Butthead line. Anyone ever heard of this line?


----------



## cgodfrey (Mar 28, 2007)

They don't look anywhere near reputable to me and many of their dogs look bizarre probably due to their breeding philosophy



> THREE THINGS WE LOOK FOR BEFORE WE
> BREED:
> 
> 1. HEAD SIZE- BIGGER THE BETTER
> ...


also they have no idea what they are sending their dogs into and must not care



> SHIPPING IS $250 ANYWHERE IN
> THE USA


I personally wouldn't buy a paperclip from them.


----------



## American_Pit13 (Apr 23, 2007)

I hadn't seen anything on them and thats what I was wondering. I came across someone with a beautiful stud that was %100 butthead, but I have never before heard of that line before. Thanks for your help, I new someone had to know somethin about them. Also this wasn't a stud that was at butthead kennels or whatever they are called lol. It was a person who just owned a butthead bred dog so thats why I had no site to checkout only bloodline name to start reseaching from.


----------



## cgodfrey (Mar 28, 2007)

here's the link to there webpage http://www.buttheadkennels.net/


----------



## American_Pit13 (Apr 23, 2007)

Lmao. Thanks for the link. Thats is definatly a line I don't want any where near my line.


----------



## aimee235 (Apr 29, 2007)

*lol*

That's a funny name for a kennel


----------



## MeatheadKennels1 (May 22, 2007)

*Would you call these dogs Bizarre?*

Here are 2 of my Butthead females and I wouldnt call any of them bizarre looking nor would I call any of them on the Butthead site itself.


----------



## American_Pit13 (Apr 23, 2007)

MeatheadKennels1 said:


> Here are 2 of my Butthead females and I wouldnt call any of them bizarre looking nor would I call any of them on the Butthead site itself.

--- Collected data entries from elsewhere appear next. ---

"""Inverse of a Schwarz-Christoffel map: start points, ODE predictor, Newton corrector."""

import numpy as np
from scipy.integrate import solve_ivp

from lapsolve.errors import InputError, SolverError

from .polygon import as_complex, point_segment_distance, segment_distance, winding_number

#: Points per group in the ODE stage of the inverse map.
_ODE_GROUP = 128


def start_points(sc):
    """Start points of the inverse map of ``sc``.

    Points on the real axis near every side (a ladder of offsets growing by 4 from
    each prevertex) and points above them, near every prevertex and far out.

    Returns
    -------
    dict
        ``anchor``, ``offset``, ``image`` of the interior start points and
        ``edge_anchor``, ``edge_offset``, ``edge_image``, ``edge`` of the boundary ones.
    """
    integ = sc.integral
    w = integ.prevertices
    m = w.size
    spacing = integ.spacing
    far = 2.0 * integ.radius
    anchors, offsets, edges = [], [], []

    def ladder(k, step, stop, sign, side):
        count = int(np.clip(np.ceil(np.log(stop / step) / np.log(4.0)), 0, 600))
        offs = step * 4.0 ** np.arange(count)
        offs = sign * np.r_[offs[offs < stop], stop]
        anchors.append(np.full(offs.size, w[k]))
        offsets.append(offs)
        edges.append(np.full(offs.size, sc.edge_of_side[side]))

    for k in range(m - 1):
        half = 0.5 * (w[k + 1] - w[k])
        ladder(k, spacing[k] / 4, half, 1.0, k)
        ladder(k + 1, spacing[k + 1] / 4, half, -1.0, k)
    ladder(m - 1, spacing[m - 1] / 4, far - w[m - 1], 1.0, m - 1)
    ladder(0, spacing[0] / 4, far + w[0], -1.0, m)
    beyond = far * 4.0 ** np.arange(1, 4)
    anchors.append(np.zeros(6))
    offsets.append(np.r_[beyond, -beyond])
    edges.append(np.r_[np.full(3, sc.edge_of_side[m - 1]),
                       np.full(3, sc.edge_of_side[m])])
    a = np.concatenate(anchors)
    d = np.concatenate(offsets).astype(complex)
    edge = np.concatenate(edges)
    height = 0.5 * np.min(np.abs((a[:, None] - w[None, :]) + d[:, None]), axis=1)
    fan = np.exp(1j * np.pi * np.array([1, 3, 5]) / 6)
    arc = (far * 4.0 ** np.arange(1, 3))[:, None] * np.exp(1j * np.pi * np.arange(1, 4) / 4)
    in_anchor = np.r_[a, np.repeat(w, 3), np.zeros(arc.size)]
    in_offset = np.r_[d + 1j * height, (spacing[:, None] / 8 * fan[None, :]).ravel(),
                      arc.ravel()]
    return {
        "anchor": in_anchor, "offset": in_offset,
        "image": integ.forward(in_offset, anchor=in_anchor),
        "edge_anchor": a, "edge_offset": d,
        "edge_image": integ.forward(d, anchor=a), "edge": edge,
    }


def locate(sc, points):
    """Preimages as ``anchor + offset`` with ``anchor`` a prevertex near each point.

    Near a sharp corner the preimage crowds onto its prevertex; the offset
    keeps the relative accuracy that ``anchor + offset`` as one number loses.
    Pass both to ``forward``/``derivative`` of this map or of any
    :class:`SCIntegral` whose prevertices are among this map's.

    A start point whose image sees the target along a straight segment inside
    the polygon is picked; the ODE ``dw/dt = (z - z0) / f'(w)`` is integrated
    (``scipy.integrate.solve_ivp``, in the variable ``log(w - a)`` for a
    prevertex ``a`` near the target) and Newton's method polishes.

    Parameters
    ----------
    sc : SCMap
    points : array_like
        Shape (N, 2) real or (N,) complex, inside the polygon or on its boundary.

    Returns
    -------
    anchor : ndarray of float, shape (N,)
    offset : ndarray of complex, shape (N,)

    Raises
    ------
    InputError
        A point outside the polygon.
    SolverError
        Newton's method did not reach the tolerance.
    """
    z = as_complex(points, "points")
    anchor = np.zeros(z.size)
    offset = np.zeros(z.size, dtype=complex)
    if z.size == 0:
        return anchor, offset
    verts = sc.vertices
    a, b = verts, np.roll(verts, -1)
    tol = 1e-12 * sc.diameter
    vdist = np.abs(z[:, None] - verts[None, :])
    nearest_vertex = np.argmin(vdist, axis=1)
    at_vertex = vdist[np.arange(z.size), nearest_vertex] <= tol
    anchor[at_vertex] = sc.prevertices[nearest_vertex[at_vertex]]
    edist = point_segment_distance(z[:, None], a[None, :], b[None, :])
    on_edge = ~at_vertex & (np.min(edist, axis=1) <= tol)
    inner = ~at_vertex & ~on_edge
    outside = inner & (winding_number(z, verts) == 0)
    if np.any(outside):
        p = z[np.flatnonzero(outside)[0]]
        raise InputError(f"point ({p.real:.6g}, {p.imag:.6g}) lies outside the polygon")
    starts = sc.start_points
    start_anchor = np.zeros(z.size)
    start_offset = np.zeros(z.size, dtype=complex)
    start_image = np.zeros(z.size, dtype=complex)
    if np.any(inner):
        idx = np.flatnonzero(inner)
        pick = _visible_start(sc, z[idx], starts["image"])
        start_anchor[idx] = starts["anchor"][pick]
        start_offset[idx] = starts["offset"][pick]
        start_image[idx] = starts["image"][pick]
        # Work relative to the prevertex of the nearest vertex: a point deep in a
        # sharp corner has its preimage crowded onto that prevertex.
        near = sc.prevertices[nearest_vertex[idx]]
        anchor[idx] = np.where(np.isfinite(near), near, 0.0)
    if np.any(on_edge):
        idx = np.flatnonzero(on_edge)
        edge = np.argmin(edist[idx], axis=1)
        dist = np.abs(z[idx][:, None] - starts["edge_image"][None, :])
        dist = np.where(starts["edge"][None, :] == edge[:, None], dist, np.inf)
        pick = np.argmin(dist, axis=1)
        start_anchor[idx] = anchor[idx] = starts["edge_anchor"][pick]
        start_offset[idx] = starts["edge_offset"][pick]
        start_image[idx] = starts["edge_image"][pick]
    idx = np.flatnonzero(inner | on_edge)
    if idx.size:
        delta0 = (start_anchor[idx] - anchor[idx]) + start_offset[idx]
        anchor[idx], offset[idx] = _solve_inverse(
            sc, z[idx], anchor[idx], delta0, start_image[idx], on_edge[idx])
    return anchor, offset


def _visible_start(sc, z, zc, nearest=6):
    """Index of a start point joined to each target by a clear segment.

    Among the ``nearest`` closest start points the one whose segment keeps
    farthest from the boundary wins; failing that, the closest clear one.
    """
    verts = sc.vertices
    a, b = verts[None, :], np.roll(verts, -1)[None, :]
    tol = 1e-14 * sc.diameter
    order = np.argsort(np.abs(z[:, None] - zc[None, :]), axis=1)
    pick = np.full(z.size, -1)
    best = np.zeros(z.size)
    for rank in range(zc.size):
        left = np.flatnonzero(pick < 0) if rank >= nearest else np.arange(z.size)
        if left.size == 0:
            break
        cand = order[left, rank]
        gap = np.min(segment_distance(zc[cand][:, None], z[left][:, None], a, b), axis=1)
        better = (gap > tol) & (gap > best[left])
        pick[left[better]] = cand[better]
        best[left[better]] = gap[better]
    if np.any(pick < 0):
        p = z[np.flatnonzero(pick < 0)[0]]
        raise SolverError(
            f"no start point for the inverse map sees ({p.real:.6g}, {p.imag:.6g})")
    return pick


def _solve_inverse(sc, z, anchor, delta0, z0, on_boundary):
    integ = sc.integral
    n = z.size
    zeta0 = _log_offset(delta0)
    y = np.empty(2 * n)
    # Small groups: the step size of one group follows its hardest path only.
    for part in np.array_split(np.arange(n), max(1, n // _ODE_GROUP)):
        y[part], y[n + part] = _predict(integ, anchor[part], zeta0[part],
                                        z[part] - z0[part], on_boundary[part])
    zeta = y[:n] + 1j * np.clip(y[n:], 0.0, np.pi)
    zeta = np.where(on_boundary, zeta.real + 1j * np.where(zeta.imag > 0.5 * np.pi,
                                                            np.pi, 0.0), zeta)
    return _newton(sc, z, anchor, zeta, on_boundary)


def _newton(sc, z, anchor, zeta, on_boundary):
    """Newton's method in ``log(w - anchor)``.

    A corner of angle ``alpha*pi`` behaves like ``(w - anchor)**alpha``, which
    is tame in the logarithm for any alpha. After the first full evaluation,
    ``f`` is updated by integrating along each short Newton step; the result
    is confirmed by a full evaluation before it is accepted.
    """
    integ = sc.integral
    w_all = integ.prevertices
    target = 1e-13 * sc.diameter
    delta = _exp_offset(zeta, on_boundary)
    fz = integ.forward(delta, anchor=anchor)
    exact = np.ones(z.size, dtype=bool)
    for _ in range(80):
        bad = np.abs(fz - z) > target
        if not np.any(bad):
            if np.all(exact):
                break
            idx = np.flatnonzero(~exact)
            fz[idx] = integ.forward(delta[idx], anchor=anchor[idx])
            exact[idx] = True
            continue
        act = np.flatnonzero(bad)
        old_delta = delta[act]
        step = (fz[act] - z[act]) / (old_delta * integ.derivative(old_delta,
                                                                anchor=anchor[act]))
        step = np.where(np.abs(step) > 2.0, 2.0 * step / np.abs(step), step)
        old = zeta[act]
        new = old - step
        lo, hi = 0.1 * old.imag, np.pi - 0.1 * (np.pi - old.imag)
        new = np.where(on_boundary[act], new.real + 1j * old.imag,
                       new.real + 1j * np.clip(new.imag, lo, hi))
        new_delta = _exp_offset(new, on_boundary[act])
        rel = (anchor[act][:, None] - w_all[None, :]) + new_delta[:, None]
        j = np.argmin(np.abs(rel), axis=1)
        nearer = rel[np.arange(j.size), j]
        # Move the anchor to a prevertex much nearer than the current one.
        closer = np.abs(nearer) < 0.5 * np.abs(new_delta)
        room = np.min(np.abs((anchor[act][:, None] - w_all[None, :])
                             + old_delta[:, None]), axis=1)
        short = ~closer & (np.abs(new_delta - old_delta) <= 0.5 * room)
        if np.any(short):
            sel = act[short]
            fz[sel] += integ.segment(old_delta[short], new_delta[short], anchor[sel])
            exact[sel] = False
        anchor[act[closer]] = w_all[j[closer]]
        new[closer] = _log_offset(nearer[closer])
        new_delta[closer] = nearer[closer]
        zeta[act], delta[act] = new, new_delta
        if np.any(~short):
            sel = act[~short]
            fz[sel] = integ.forward(delta[sel], anchor=anchor[sel])
            exact[sel] = True
    mismatch = np.abs(fz - z)
    worst = float(np.max(mismatch))
    if worst > 1e3 * target or not np.all(exact):
        raise SolverError(f"inverse map did not converge: mismatch {worst:.1e} at "
                          f"{int(np.sum(mismatch > target))} points")
    return anchor, delta


def _predict(integ, anchor, zeta0, dz, on_boundary):
    """Follow ``d(log delta)/dt = dz / (delta f'(anchor + delta))`` from t = 0 to 1."""
    n = zeta0.size

    def rhs(_t, y):
        delta = np.exp(y[:n] + 1j * np.clip(y[n:], 0.0, np.pi))
        v = dz / (delta * integ.derivative(delta, anchor=anchor))
        v = np.where(on_boundary, v.real + 0j, v)
        return np.r_[v.real, v.imag]

    with np.errstate(all="ignore"):  # a rejected trial step may overflow
        sol = solve_ivp(rhs, (0.0, 1.0), np.r_[zeta0.real, zeta0.imag], method="RK45",
                        rtol=1e-5, atol=1e-5)
    return sol.y[:n, -1], sol.y[n:, -1]


def _log_offset(delta):
    """log of an offset in the closed upper half-plane (arg in [0, pi])."""
    return np.log(np.abs(delta)) + 1j * np.arctan2(np.maximum(delta.imag, 0.0), delta.real)


def _exp_offset(zeta, on_boundary):
    """Inverse of ``_log_offset``; exactly real on the boundary."""
    delta = np.exp(zeta)
    return np.where(on_boundary, np.where(zeta.imag > 0.5 * np.pi, -1.0, 1.0)
                    * np.exp(zeta.real) + 0j, delta)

You have two good lookin females. I love that secound one she is beautiful. This line can oviously produce some good looking dogs like the stud I saw, but as for the dogs on the site , even though I didn't personally call them bizzare, I would agree that they are off and like was said probly due to what they breed for. The dogs don't have nice builds at all and are very mis proportioned. They are breeding "american bullies" lol or somthing like that but not pitbulls. As I said tho your females like the stud I seen seem to be an exeption.


----------



## MeatheadKennels1 (May 22, 2007)

Thanks for the compliments on my girls. Although it is called Butthead Kennels the majority of dogs on the site are not OG Butthead blood. The originator of the line passed and Mr.Velega took over. Most of the dogs that look off or Bully are on the breedings page and they are definitley not Butthead blood with the exception of BooBoo. I appreciate the civility of the discussion and thanks again for the compliments.:roll:


----------



## GSDBulldog (Dec 22, 2006)

Show me one reputable breeder with "Butthead blood" and perhaps I will think otherwise,

But every dog I have seen off of that line has been overdone and produced soley with looks in mind. I will stand by my beliefs that they are yet another strain of American bullies.


----------



## American_Pit13 (Apr 23, 2007)

GSDBulldog said:


> Show me one reputable breeder with "Butthead blood" and perhaps I will think otherwise,
> 
> But every dog I have seen off of that line has been overdone and produced soley with looks in mind. I will stand by my beliefs that they are yet another strain of American bullies.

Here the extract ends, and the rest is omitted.